In response to Sen. Jon Kyl's Jan. 31 Opinion piece, "A crisis of courage": If progress in the war on terror seems to be stalled, it could be because the "ship of state" is still tied to the dock. Undersecretary for Public Diplomacy and Public Affairs Karen Hughes recently told Parade magazine that we are facing a "death cult" that is intolerant of others. I agree. "We've got to aggressively challenge that...." she says, and I certainly agree.
Ms. Hughes's aggressive solution, however, is to "say it's not right to murder those who disagree." So America is going to talk more to people who are taught "Death to America! Death to Israel!" from birth. I'm sure our enemies view us in the same way that Hitler viewed Neville Chamberlain: indecisive, divided, weak, afraid to fight, and ripe for conquest.
Three generations of my family have served in the Air Force, and we accept the risks freely. I worry that my son will be sent into a fight for a half-stepping government that is only playing for a tie, not for a win. I pray that our leaders will quickly find the courage to admit that the time for persuading our enemies is long past. Actions speak louder than words.
In his Jan. 31 Opinion piece, Sen. Jon Kyl of Arizona criticizes the UN for responding weakly to threats from Islamic militants. But his Republican party hasn't tried much to pressure either Saudi Arabia or Pakistan, two main sources of Islamic terrorism. I find this stand very hypocritical. The threat of Islamic militancy is real, but the Republicans do not seem to know how to respond to it. It seems as if some of the biggest messes have been created under their leadership.
The Feb. 2 article, "A foiled plot in Britain may signal chilling tactic," suggests that more jihadi terrorists may try to use beheadings to gain media access. I think the media should stop giving airtime or print space to these heinous criminals. Media organizations should refuse any attempt by terrorist groups to gain publicity, especially at the expense of innocent persons.
Pacific Grove, Calif.
The article, "Why volunteerism has reached historic high in US," from Jan. 30, credits "older teens, baby boomers, and seniors" with driving volunteerism in the US. This seems like a nice way of saying "everybody but Generation X," my generation.

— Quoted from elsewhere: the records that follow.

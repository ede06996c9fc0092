"""What a plan says, as frozen data classes. Decimals are exact: `gain = 0.1` is one tenth."""

from __future__ import annotations

from dataclasses import dataclass
from fractions import Fraction
from pathlib import Path


@dataclass(frozen=True)
class CountsPlan:
    """The device has an integer of `bits` bits: value = offset + gain * count."""

    bits: int
    gain: Fraction
    offset: Fraction
    signed: bool

    @property
    def whole(self) -> tuple[int, int]:
        """The least and the largest count."""
        half = 2 ** (self.bits - 1)
        return (-half, half - 1) if self.signed else (0, 2 * half - 1)

    @property
    def span(self) -> tuple[Fraction, Fraction]:
        """The least and the largest value that a count can stand for."""
        low, high = sorted(self.offset + self.gain * count for count in self.whole)
        return low, high


@dataclass(frozen=True)
class InputPlan:
    """One input. `levels` is empty for a number; `low` and `high` are None where the rows are to give them, and for
    levels; `assumed` says that the rows gave them (of levels: that the rows gave the levels).

    `origin`: the device delivers value - origin; never beside `counts`.
    """

    name: str
    column: str
    unit: str
    low: Fraction | None
    high: Fraction | None
    outside: str
    missing: str
    levels: tuple[str, ...]
    assumed: bool
    origin: Fraction | None = None
    counts: CountsPlan | None = None


@dataclass(frozen=True)
class RowsPlan:
    """`file` may be a pattern that several files match. `classes` is None where the rows are to give them.

    `weight` and `group` are columns. `held_out` is a share, 0 included, or the name of a column of 0 and 1.
    """

    file: Path
    label: str
    classes: tuple[str, ...] | None
    held_out: Fraction | str
    seed: int
    weight: str | None = None
    group: str | None = None


@dataclass(frozen=True)
class TermPrior:
    """The prior of one weight. `name`: an input's, or "impeller=open" for a level.

    `method`: "fixed", with `sd` its own (None is flat), or "shared": the sd of all weights is this one's too, and `sd`
    is None. `per`: "spread", mean and sd are of the standardised weight, or "unit", of the weight per unit of the input
    (then the sd is never shared).
    """

    name: str
    mean: Fraction
    method: str
    sd: Fraction | None
    per: str


@dataclass(frozen=True)
class PriorPlan:
    """`method`: "fixed", with `sd` of every standardised weight (None is flat), or "cross-validation", with sd None.

    `intercept_sd`: None is flat. `terms`: in the order of the plan, each name once.
    """

    method: str
    sd: Fraction | None
    intercept_sd: Fraction | None
    terms: tuple[TermPrior, ...] = ()


@dataclass(frozen=True)
class DecisionPlan:
    """`prevalence`: the event's share in the field, None where it is that of the rows. `no_call`: half the width, in
    log-odds, of what is left undecided."""

    cost_false_alarm: Fraction
    cost_miss: Fraction
    prevalence: Fraction | None = None
    no_call: Fraction = Fraction(0)


@dataclass(frozen=True)
class DevicePlan:
    """`tolerance`: the largest abs(log-odds error) allowed; None is no limit.

    `compiler`: a command line that compiles the header in a check; `part`: the emulated part that runs it.
    """

    arithmetic: str
    tolerance: Fraction | None
    compiler: str | None = None
    part: str | None = None


@dataclass(frozen=True)
class TablePlan:
    """Where the table of coefficients lies in the device's memory, and its byte order, "little" or "big"."""

    address: int
    byte_order: str


@dataclass(frozen=True)
class Plan:
    """`inputs` is empty where they are to be read from the rows; `sha256` is of the file's bytes.

    `write`: the artefacts, in the order of `plan.ARTEFACTS`; `table` is there whether or not it is written.
    `real_rows`: vectors and witness may carry rows of the data.
    """

    path: Path
    sha256: str
    model: str
    purpose: str
    rows: RowsPlan
    inputs: tuple[InputPlan, ...]
    prior: PriorPlan
    decision: DecisionPlan
    device: DevicePlan
    write: tuple[str, ...]
    real_rows: bool = False
    table: TablePlan = TablePlan(0, "little")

I believe that Gen-Xers are at least as active in serving communities as the other groups, but their activities tend to remain off the official radar.
For example, public-service start-ups tend to have a high attrition rate. Few survive long enough to get much attention, but nearly every one represents cherished hopes and dreams, and mountains of unsung effort. The people who are often responsible for such start-ups – those in their upper-20s to early-40s – are the ones who weren't mentioned in the article.
In contrast, seniors and boomers may tend to be involved in programs sponsored by government or churches, or in independent groups that have survived long enough to become established and formally recognized. Teens tend to volunteer through schools or because of recommendations from older relatives, often boomers or seniors.